Arginase as a Potential Biomarker of Disease Progression: A Molecular Imaging Perspective

• Published in: International journal of molecular sciences Vol. 21; no. 15; p. 5291
• Main Authors: S. Clemente, Gonçalo, van Waarde, Aren, F. Antunes, Inês, Dömling, Alexander, H. Elsinga, Philip
• Format: Journal Article
• Language: English
• Published: Switzerland MDPI AG 25.07.2020; MDPI
• Subjects: Amino acids; Animals; Arginase - metabolism; Biomarkers, Tumor - metabolism; Biosynthesis; Carbon; Cardiovascular Diseases - enzymology; Cell growth; Enzymes; Growth factors; Humans; Hydrogen bonds; Immune System Diseases - enzymology; Kinases; Ligands; Mammals; Neoplasm Proteins - metabolism; Neoplasms - enzymology; Neurodegenerative Diseases - enzymology; Nitric oxide; Nitric Oxide Synthase - metabolism; Phosphorylation; Physiology; Polyamines; Regulation; Review; Smooth muscle; Tumor necrosis factor-TNF; nitric oxide; molecular imaging; arginase inhibitors; positron emission tomography (PET); arginase
• ISSN: 1422-0067; 1661-6596; 1422-0067
• DOI: 10.3390/ijms21155291

Arginase is a widely known enzyme of the urea cycle that catalyzes the hydrolysis of L-arginine to L-ornithine and urea. The action of arginase goes beyond the boundaries of hepatic ureogenic function, being widespread through most tissues. Two arginase isoforms coexist, the type I (Arg1) predominantly expressed in the liver and the type II (Arg2) expressed throughout extrahepatic tissues.
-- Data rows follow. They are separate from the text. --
using LoadWatch.Loads;

namespace LoadWatch.Activities;

/// <summary>
/// Gathers the quantities of one session. Whoever comes first tells a quantity; later ones fill what is missing. The recording comes first, since it was
/// measured on the person; then the tables by name of their layout. A value that is not taken is told where it is more than a tenth off, a rating where it
/// is any other.
/// </summary>
internal sealed class QuantityFill
{
    private const double Tenth = 0.1;

    private readonly SortedDictionary<string, (Quantity Quantity, string Teller)> taken = new(StringComparer.Ordinal);
    private readonly Dictionary<string, string> statedBy = new(StringComparer.Ordinal);
    private readonly List<string> remarks = [];

    /// <summary>Sorted by name.</summary>
    public IReadOnlyList<Quantity> Quantities => [.. taken.Values.Select(one => one.Quantity)];

    public IReadOnlyList<string> Remarks => remarks;

    public Quantity? this[string name] => taken.TryGetValue(name, out var found) ? found.Quantity : null;

    /// <summary>Layout by name of those that a table states as they stand.</summary>
    public IReadOnlyDictionary<string, string> StatedBy => statedBy;

    /// <summary>As <see cref="Add"/>, of what a table states rather than what is computed.</summary>
    public void AddStated(IEnumerable<Quantity> quantities, string layout)
    {
        foreach (var quantity in quantities)
        {
            if (!taken.ContainsKey(quantity.Name))
            {
                statedBy.Add(quantity.Name, layout);
            }

            Add([quantity], layout);
        }
    }

    public void Add(IEnumerable<Quantity> quantities, string teller)
    {
        foreach (var quantity in quantities)
        {
            if (!taken.TryAdd(quantity.Name, (quantity, teller)) && IsFarFrom(quantity, taken[quantity.Name].Quantity))
            {
                remarks.Add(JoinWording.Differs(taken[quantity.Name].Quantity, taken[quantity.Name].Teller, quantity, teller));
            }
        }
    }

    private static bool IsFarFrom(Quantity one, Quantity other)
    {
        if (one.Unit != other.Unit || one.Name == QuantityNames.Rating)
        {
            return one.Unit != other.Unit || !one.Value.Equals(other.Value);
        }

        return Math.Abs(one.Value - other.Value) > Tenth * Math.Max(Math.Abs(one.Value), Math.Abs(other.Value));
    }
}
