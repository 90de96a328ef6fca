namespace LoadWatch.Activities;

/// <summary>
/// Time by value of one channel: milliseconds per bin. Bins are whole bpm, whole watts, or tenths of a metre per second (the value's
/// floor),
/// so every heart-rate load and time in zone is exact again without decoding.
/// </summary>
public sealed class Histogram
{
    private readonly SortedDictionary<int, long> milliseconds = [];

    /// <summary>Bins in ascending order with their milliseconds, each above 0.</summary>
    public IEnumerable<KeyValuePair<int, long>> Bins => milliseconds;

    /// <summary>Sum over all bins, milliseconds.</summary>
    public long TotalMilliseconds => milliseconds.Values.Sum();

    /// <summary>Adds time to a bin; nothing for 0.</summary>
    /// <exception cref="ArgumentOutOfRangeException">The time is negative.</exception>
    public void Add(int bin, long duration)
    {
        ArgumentOutOfRangeException.ThrowIfNegative(duration);
        if (duration > 0)
        {
            milliseconds[bin] = milliseconds.GetValueOrDefault(bin) + duration;
        }
    }
}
By producing L-ornithine while competing with nitric oxide synthase (NOS) for the same substrate (L-arginine), arginase can influence the endogenous levels of polyamines, proline, and NO•. Several pathophysiological processes may deregulate arginase/NOS balance, disturbing the homeostasis and functionality of the organism. Upregulated arginase expression is associated with several pathological processes that can range from cardiovascular, immune-mediated, and tumorigenic conditions to neurodegenerative disorders. Thus, arginase is a potential biomarker of disease progression and severity and has recently been the subject of research studies regarding the therapeutic efficacy of arginase inhibitors. This review gives a comprehensive overview of the pathophysiological role of arginase and the current state of development of arginase inhibitors, discussing the potential of arginase as a molecular imaging biomarker and stimulating the development of novel specific and high-affinity arginase imaging probes.